The first concerns the completion of the construction of the euro area: The difficulty of the exercise lies in its technicality which discourages opinions and gives rise to mistrust. Financial consolidation, the creation of a European capital market, the convergence of fiscal policies and the creation of a euro area budget (able to finance new common actions) are, however, essential to ensure the solidity and credibility of the Union for its peoples and towards the countries it wants to include in its foreign policy.
The second ‘existential issue’ is the creation of a genuine European social policy, capable of ensuring the convergence of minimum and social standards and of putting an end to distortions of competition between Member States. Unlike the previous question, this question has the advantage of being intelligible to opinions and of being able to obtain the agreement of as many people as possible. Its solution is, however, hampered by the reluctance of the intermediary social bodies – who will have to learn that Europe is the acceptance of otherness – and of the leaders of the least developed countries who have made social dumping an instrument of economic policy enabling their unemployment to be exported. Convergence of social policies and minimum standards is, however, one of the strongest demands of public opinion in Europe, and a tangible success in this area would have fundamental effects in restoring confidence in the construction of the Community.
The third existential issue is the catching up of the ‘democratic deficit’ attributed to the Union; This deficit is less a reality than a defense system promoted by the national political apparatus. Here again, the recognition by our parties that ‘Europe is not France any bigger’ and that the work done in the European Parliament is not only real, but genuinely democratic would be a great step forward. However, the European symbols defined by the Treaty of Lisbon (Council Presidency, appointment of the President of the Commission, etc.) lack meaning and should be revisited.
“Remaking society” among member countries
Finally, there is the thorny issue of a European foreign and defense policy. So far, the only real European foreign policy has been enlargement; however, this dynamic has eroded with the entry of the Central European countries in 2005-07; this has been poorly handled in domestic politics by the welcoming member states, while the ten new entrants have been more than reluctant to merge into the democratic acquirements of the founding countries. The fragmented management of the migrant crisis in 2015-17 was a painful example.
The prerequisite for a European Neighborhood Policy will therefore, of course, be to “remake society” between parliamentary and authoritarian democracies within Europe itself; undoubtedly, two keys will also be essential to the success of the process: It is a question of assuring the peoples of Europe that the neighborhood policy will be an essential component of their security, but also of involving the neighboring peoples in a political project that offers social hope and economic integration.
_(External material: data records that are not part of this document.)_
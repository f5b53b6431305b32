//! What is not known of an oil itself: how much it loses to shear, where it stops to pour, its base
//! stock, its density.

use super::effect::Effect;
use super::{Found, Missing, weight_of};
use crate::demand::{End, Gap, GapKind, Standing, is_severe};
use crate::judge::PreparedOil;
use crate::model::stated::Bound;
use crate::oil::worn::Worn;
use crate::quantity::convert::celsius;
use crate::quantity::{Amount, Kind, MassDensity, Measure, ThermodynamicTemperature};
use crate::relation::oil::base_stock::BaseStock;
use crate::source::Origin;
use crate::source::place::Given;
use crate::weighing::{Candidate, Scales, Weighed};

/// The key of an unknown permanent loss.
pub const SHEAR_LOSS: &str = "shear loss";
/// The key of an unstated pour point.
const POUR_POINT: &str = "pour point";
/// The key of an unstated base stock.
const BASE: &str = "base";
/// The key of an unstated density.
const DENSITY: &str = "density";

/// The gaps of the oil a point is told by and of the oil in use.
pub(super) fn found<'a>(
    scales: &Scales<'a>,
    w: &Weighed<'a>,
    lead: Option<&Candidate>,
) -> Vec<Found> {
    let Some(lead) = lead else {
        return Vec::new();
    };
    let mut oils = vec![lead.oil];
    oils.extend(w.in_use().map(|c| c.oil).filter(|o| *o != lead.oil));
    let mut all = Vec::new();
    for oil in oils {
        all.extend(shear(scales, w, lead.oil, oil));
        all.extend(pour(scales, w, lead.oil, oil));
        all.extend(base(scales, w, lead.oil, oil));
        all.extend(density(scales, w, lead.oil, oil));
    }
    all
}

fn shear<'a>(scales: &Scales<'a>, w: &Weighed<'a>, lead: usize, oil: usize) -> Option<Found> {
    let ready = &scales.oils[oil];
    if !matches!(ready.curves.worn, Worn::Between { .. }) {
        return None;
    }
    let (lo, hi) = ready.curves.loss_range(is_severe(w.point))?;
    let described = &scales.site.oils[oil];
    let state =
        |loss: f64| PreparedOil::of(described, ready.curves.with_loss(loss), scales.rules, true);
    let gap = gap(
        SHEAR_LOSS,
        &described.id,
        (share(lo), share(hi)),
        "supplier: viscosity after a shear test, 20 h in a tapered roller bearing for gears",
    );
    Some(tried(scales, w, lead, oil, gap, state))
}

fn pour<'a>(scales: &Scales<'a>, w: &Weighed<'a>, lead: usize, oil: usize) -> Option<Found> {
    let ready = &scales.oils[oil];
    let (lo, hi) = ready
        .pour
        .filter(|(lo, hi)| !ready.pour_stated && hi > lo)?;
    let list = &w.demands.middle.list;
    let asked =
        |d: &crate::demand::Demand| d.end == End::PourMargin && d.standing == Standing::Judges;
    if ready.grease || !list.iter().any(asked) {
        return None;
    }
    let described = &scales.site.oils[oil];
    let at = ThermodynamicTemperature::from_base;
    let state = |t: f64| {
        let mut known = described.clone();
        let origin = Origin::assumed("tried over the range of its base");
        known.pour_point = Some(Given::new(Bound::Exactly(at(t)), "", origin));
        PreparedOil::of(&known, ready.curves.clone(), scales.rules, true)
    };
    let gap = gap(
        POUR_POINT,
        &described.id,
        (at(lo).amount(), at(hi).amount()),
        "the oil's data sheet",
    );
    Some(tried(scales, w, lead, oil, gap, state))
}

/// Base stocks an oil that does not name its own may well have: those most oils are sold on. What
/// is made on others (glycols, esters, silicones) says so, for it does not mix. Common practice.
const LIKELY: [BaseStock; 4] = [
    BaseStock::MineralI,
    BaseStock::MineralII,
    BaseStock::MineralIII,
    BaseStock::Pao,
];

/// A base stock nobody states: the oil in each of the likely ones.
fn base<'a>(scales: &Scales<'a>, w: &Weighed<'a>, lead: usize, oil: usize) -> Option<Found> {
    let ready = &scales.oils[oil];
    if !ready.curves.base_assumed || ready.grease {
        return None;
    }
    let described = &scales.site.oils[oil];
    let taken = ready.curves.base;
    let others = LIKELY.into_iter().filter(|b| *b != taken);
    let gap = Gap {
        kind: GapKind::Word {
            taken: taken.word().to_owned(),
            among: others.map(|b| b.word().to_owned()).collect(),
        },
        ..gap(
            BASE,
            &described.id,
            (share(0.0), share(0.0)),
            "the oil's data sheet, or its supplier",
        )
    };
    let mut effect = Effect::default();
    let now = w.in_use().map(|c| c.oil);
    for (i, base) in LIKELY.into_iter().enumerate() {
        let mut known = described.clone();
        let origin = Origin::assumed("tried among the likely ones");
        known.base = Some(Given::new(base, base.word(), origin));
        let state = PreparedOil::new(&known, scales.rules, true).ok()?;
        let closed = scales.weigh_with_oil(w, oil, &state);
        effect.take(&closed, lead, now, i as f64);
    }
    Some(told(scales, gap, effect, lead == oil))
}

/// A density nobody states: the oil at both ends of what its base is like.
fn density<'a>(scales: &Scales<'a>, w: &Weighed<'a>, lead: usize, oil: usize) -> Option<Found> {
    let ready = &scales.oils[oil];
    if !ready.curves.density.assumed || ready.grease {
        return None;
    }
    let described = &scales.site.oils[oil];
    let range = &scales.rules.base_stock(ready.curves.base)?.density15;
    let gap = Gap {
        kind: GapKind::Assumed {
            taken: ready.curves.density.at15.amount(),
            lo: range.lo.amount(),
            hi: range.hi.amount(),
        },
        ..gap(
            DENSITY,
            &described.id,
            (range.lo.amount(), range.hi.amount()),
            "the oil's data sheet",
        )
    };
    let mut effect = Effect::default();
    let now = w.in_use().map(|c| c.oil);
    let (lo, hi) = (range.lo.base(), range.hi.base());
    for at in [lo, f64::midpoint(lo, hi), hi] {
        let mut known = described.clone();
        let origin = Origin::assumed("tried over the range of its base");
        let value = (MassDensity::from_base(at), celsius(15.0));
        known.density = Some(Given::new(value, "", origin));
        let state = PreparedOil::new(&known, scales.rules, true).ok()?;
        let closed = scales.weigh_with_oil(w, oil, &state);
        effect.take(&closed, lead, now, at);
    }
    Some(told(scales, gap, effect, lead == oil))
}

fn share(base: f64) -> Amount {
    Amount {
        kind: Kind::Ratio,
        base,
    }
}

fn told(scales: &Scales<'_>, gap: Gap, effect: Effect, of_lead: bool) -> Found {
    Found {
        weight: weight_of(&effect, scales.reserve),
        missing: Missing::Input(gap),
        effect: Some(effect),
        waits: None,
        of_lead,
    }
}

fn gap(key: &str, oil: &str, (lo, hi): (Amount, Amount), how: &'static str) -> Gap {
    Gap {
        key: key.to_owned(),
        about: Some(oil.to_owned()),
        kind: GapKind::Range(lo, hi),
        ask: None,
        how,
        origin: None,
    }
}

/// Weighs the oil in each state among the others.
fn tried<'a>(
    scales: &Scales<'a>,
    w: &Weighed<'a>,
    lead: usize,
    oil: usize,
    gap: Gap,
    state: impl Fn(f64) -> PreparedOil,
) -> Found {
    let mut effect = Effect::default();
    let now = w.in_use().map(|c| c.oil);
    if let GapKind::Range(lo, hi) = &gap.kind {
        for at in [lo.base, f64::midpoint(lo.base, hi.base), hi.base] {
            let closed = scales.weigh_with_oil(w, oil, &state(at));
            effect.take(&closed, lead, now, at);
        }
    }
    told(scales, gap, effect, lead == oil)
}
In other words, the European Union’s opening up to partnership in its neighborhood can only be the result of reconciliation between the Member States on living together and tangible progress on the common foreign and defense policy pivot.
Is it necessary to add, in conclusion, that a similar effort will have to be made by the partner countries of the southern and eastern Mediterranean: first, to strengthen their desire to live together around a regional project; then express to the european partner a collective project with converging demands on the economic and social aspects, as well as on the climate and diplomatic objectives for the region.
Article published on 16 November 2018 in Econostrum.